TASK INPUT:
┌────────

describe('gatesmith compare', () => {
  let rectPath: string;
  beforeAll(async () => {
    rectPath = join(dir, 'rect.json');
    expect((await run(['composite', 'rectangular', ...BB1_ARGS, '--out', rectPath])).code).toBe(0);
  });

  /** A row of `compare --json` as read back. */
  type JsonRow = Omit<CompareRow, 'pulse' | 'cuts'> & { file?: string };
  /** The rows of a --json comparison by name. */
  const byName = (json: { rows: JsonRow[] }): Record<string, JsonRow> => Object.fromEntries(json.rows.map((row) => [row.name, row]));

  it('--json: one row per pulse on one grid and target, sorted best first by the chosen figure', async () => {
    const r = await run(['compare', TRANSMON, rectPath, '--composites', 'bb1,sk1,corpse', '--json', '--detuning', '-1e6:1e6:21', '--amplitude', '-0.1:0.1:21']);
    expect(r.code).toBe(0);
    const json = JSON.parse(r.stdout);
    expect(Object.keys(json).sort()).toEqual(['amplitudeError', 'detuning', 'rows', 'sortBy', 'target', 'threshold', 'warnings']);
    expect(json.detuning).toEqual({ min: -1e6, max: 1e6, points: 21 });
    expect(json.rows.map((row: { name: string }) => row.name).sort()).toEqual(['BB1', 'CORPSE', 'Rectangular, 90 deg about the axis at 0 deg', 'SK1'].sort());
    const means = json.rows.map((row: { figures: { meanInfidelity: number } }) => row.figures.meanInfidelity);
    expect(means).toEqual([...means].sort((a, b) => a - b));
    // "mean" is the weighted mean over the spec's ensemble: what evaluate gives for the same pulse.
    const rows = byName(json);
    const bb1Pulse = buildComposite('bb1', { angleDeg: 90, rabiMax: 1e7, dt: TRANSMON_SPEC.duration / TRANSMON_SPEC.segments });
    expect(rows.BB1.figures!.meanInfidelity).toBe(evaluate(TRANSMON_SPEC, bb1Pulse).meanInfidelity);
    expect(rows['Rectangular, 90 deg about the axis at 0 deg'].file).toBe(rectPath);
    // Built as `gatesmith composite` builds them at dt = 2 ns: BB1 at 90 degrees is 13 + 25 + 50 + 25 samples.
    expect(rows.BB1.figures!.durationS).toBeCloseTo(113 * 2e-9, 20);
    expect(rows.BB1.figures!.peakRabiHz).toBe(1e7);
    const byArea = JSON.parse((await run(['compare', TRANSMON, rectPath, '--composites', 'bb1,corpse', '--json', '--sort', 'area'])).stdout);
    const areas = byArea.rows.map((row: { figures: { areaFraction: number } }) => row.figures.areaFraction);
    expect(areas).toEqual([...areas].sort((a, b) => b - a));
    // CORPSE corrects detuning (Cummins et al. 2003): its detuning half-width beats the plain pulse's.
    const byWidth = JSON.parse((await run(['compare', TRANSMON, rectPath, '--composites', 'corpse', '--json', '--sort', 'detuning-width'])).stdout);
    expect(byWidth.rows[0].name).toBe('CORPSE');
    // The table labels the map region's figures "region mean" and "region worst".
    const table = await run(['compare', TRANSMON, rectPath, '--composites', 'bb1', '--detuning', '-1e6:1e6:11', '--amplitude', '-0.1:0.1:11']);
    expect(table.stdout).toMatch(/pulse\s+mean\s+worst\s+region mean\s+region worst/);
    expect(table.stdout).toContain("mean, worst: over the spec's ensemble (25 members, weighted mean)");
  });

  it('ranks a sequence built for another gate by its figure against the spec\'s target, with a note', async () => {
    // BB1 for 180 deg about 45 deg on the X(90) demo: against its own ideal it would rank first
    // (a few 1e-3); against X(90) its infidelity is 1 - (sin 45 cos 45)^2 = 0.75 at zero error
    // (phase-insensitive fidelity, docs/physics.md section 2).
    const other = join(dir, 'bb1-180-45.json');
    expect((await run(['composite', 'bb1', '--angle-deg', '180', '--axis-deg', '45', '--rabi-max', '1e7', '--dt', '2e-9', '--out', other])).code).toBe(0);
    const json = JSON.parse((await run(['compare', TRANSMON, other, rectPath, '--composites', 'bb1', '--json'])).stdout);
    const last = json.rows[json.rows.length - 1];
    expect(last.file).toBe(other);
    expect(last.target).toEqual(targetJson(X90));
    expect(last.note).toContain("does not meet the spec's target");
    const zero = JSON.parse((await run(['compare', TRANSMON, other, '--json', '--detuning', '0:0:1', '--amplitude', '0:0:1'])).stdout);
    expectClose(zero.rows[0].figures.regionMeanInfidelity, 0.75, { rel: 1e-12 }, 'infidelity against X(90) at zero error');
    expect(json.rows[0].name).toBe('BB1');
    const table = (await run(['compare', TRANSMON, other, '--composites', 'bb1'])).stdout;
    expect(table).toMatch(/^2\s+BB1 \(correction after\), 180 deg about the axis at 45 deg \[1\]/m);
    expect(table).toContain("[1] BB1 (correction after), 180 deg about the axis at 45 deg: built for a 180 degree rotation about [0.7071, 0.7071, 0], which does not meet the spec's target");
  });

  it('Knill meets X(180) up to a z rotation after it: judged against its own ideal, and the row says so', async () => {
    const r = await run(['compare', x180Spec, '--composites', 'knill,bb1', '--detuning', '-1e6:1e6:11', '--amplitude', '-0.1:0.1:11']);
    expect(r.code).toBe(0);
    const knillLine = r.stdout.split('\n').find((l) => /\bKnill \[1\]/.test(l));
    expect(knillLine).toBeDefined();
    expect(r.stdout).toContain('[1] Knill, 180 deg about the axis at 0 deg: meets the spec\'s target up to a z rotation of -60 degrees after it');
    const json = JSON.parse((await run(['compare', x180Spec, '--composites', 'knill,bb1', '--json', '--detuning', '0:0:1', '--amplitude', '0:0:1'])).stdout);
    const rows = byName(json);
    const ideal = buildComposite('knill', { angleDeg: 180, rabiMax: 1e7, dt: 2e-9 }).metadata.ideal;
    expect(rows.Knill.target).toEqual(targetJson(ideal));
    expect(json.target).toEqual({ gate: { axis: [1, 0, 0], angleDeg: 180 } });
    // Without error it meets its ideal (Ryan, Hodges, Cory 2010); BB1 meets the given X(180).
    expect(rows.Knill.figures!.regionMeanInfidelity).toBeLessThan(1e-12);
    expect(rows.BB1.note).toBeNull();
    expect(rows.BB1.figures!.regionMeanInfidelity).toBeLessThan(1e-12);
    // evaluate answers the same: the same target, note and weighted mean as compare's row.
    const knillPath = join(dir, 'knill.json');
    expect((await run(['composite', 'knill', '--angle-deg', '180', '--rabi-max', '1e7', '--dt', '2e-9', '--out', knillPath])).code).toBe(0);
    const ev = JSON.parse((await run(['evaluate', x180Spec, knillPath, '--json'])).stdout);
    const row = byName(JSON.parse((await run(['compare', x180Spec, knillPath, '--json'])).stdout))['Knill, 180 deg about the axis at 0 deg'];
    expect(ev.target).toEqual(row.target);
    expect(ev.note).toBe(row.note);
    expect(ev.meanInfidelity).toBe(row.figures!.meanInfidelity);
    expect((await run(['evaluate', x180Spec, knillPath])).stdout).toContain('note: Knill, 180 deg about the axis at 0 deg: meets the spec');
  });

  it('builds the inversion sequences for an inversion spec, and the equatorial rotation for another transfer', async () => {
    const inversion = join(dir, 'inversion.json');
    writeFileSync(inversion, JSON.stringify({ ...TRANSMON_SPEC, target: { state: { from: [0, 0, 1], to: [0, 0, -1] } } }));
    const r = await run(['compare', inversion, '--composites', '90-180-90,bb1,knill', '--json', '--detuning', '0:0:1', '--amplitude', '-0.05:0.05:5']);
    expect(r.code).toBe(0);
    const rows = byName(JSON.parse(r.stdout));
    for (const row of Object.values(rows)) {
      expect(row.target).toEqual({ state: { from: [0, 0, 1], to: [0, 0, -1] } });
      expect(row.note).toContain("meets the spec's state transfer");
    }
    // Levitt & Freeman 1979: 90-180-90 compensates amplitude error for the inversion.
    expect(rows['90-180-90'].figures!.regionMeanInfidelity).toBeLessThan(1e-4);
    // +z -> +y: X(-90), built as 90 degrees about -x (docs/analysis.md); Knill and 90-180-90 say why not.
    const sideways = join(dir, 'sideways.json');
    writeFileSync(sideways, JSON.stringify({ ...TRANSMON_SPEC, target: { state: { from: [0, 0, 1], to: [0, 1, 0] } } }));
    const s = await run(['compare', sideways, '--composites', 'bb1,knill,90-180-90', '--json']);
    expect(s.code).toBe(0);
    const built = byName(JSON.parse(s.stdout));
    expect(built.BB1.target).toEqual({ state: { from: [0, 0, 1], to: [0, 1, 0] } });
    expect(built.BB1.note).toContain('a 90 degree rotation about [-1, 0, 0], meets the spec\'s state transfer');
    expect(built.BB1.figures!.meanInfidelity).toBeLessThan(1e-2);
    expect(built.Knill.error!.message).toContain('knill takes 180 degrees only');
    expect(built['90-180-90'].error!.message).toContain('offered for an inversion target only');
    const table = (await run(['compare', sideways, '--composites', 'bb1,knill'])).stdout;
    expect(table).toContain('not built: Knill: knill takes 180 degrees only');
  });

  it('--sort takes every figure the library sorts by', async () => {
    const h = await run(['compare', '--help']);
    expect(h.code).toBe(0);
    expect(h.stdout).toContain(Object.keys(SORT_FIGURES).join('|'));
  });

  it.each([
    [['compare', TRANSMON], 'give at least one PULSE file or --composites LIST'],
    [['compare'], 'missing SPEC'],
    [['compare', TRANSMON, '--composites', 'bb9'], '--composites: "bb9" is not a known sequence'],
    [['compare', TRANSMON, '--composites', 'knill'], "--composites: no sequence can be built for the spec's target (gate: 90° about [1, 0, 0]): Knill: knill takes 180 degrees only"],
    [['compare', TRANSMON, '--composites', 'bb1', '--sort', 'fastest'], '--sort: "fastest" is not allowed'],
  ])('bad input %j exits 1 naming it', async (argv, fragment) => {
    const r = await run(argv);
    expect(r.code).toBe(1);
    expect(r.stderr).toContain(fragment);
  });
});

└────────

Figure out how many lines in the entries above contain "means". Write only that number.

THE COMPLETED TASK: 2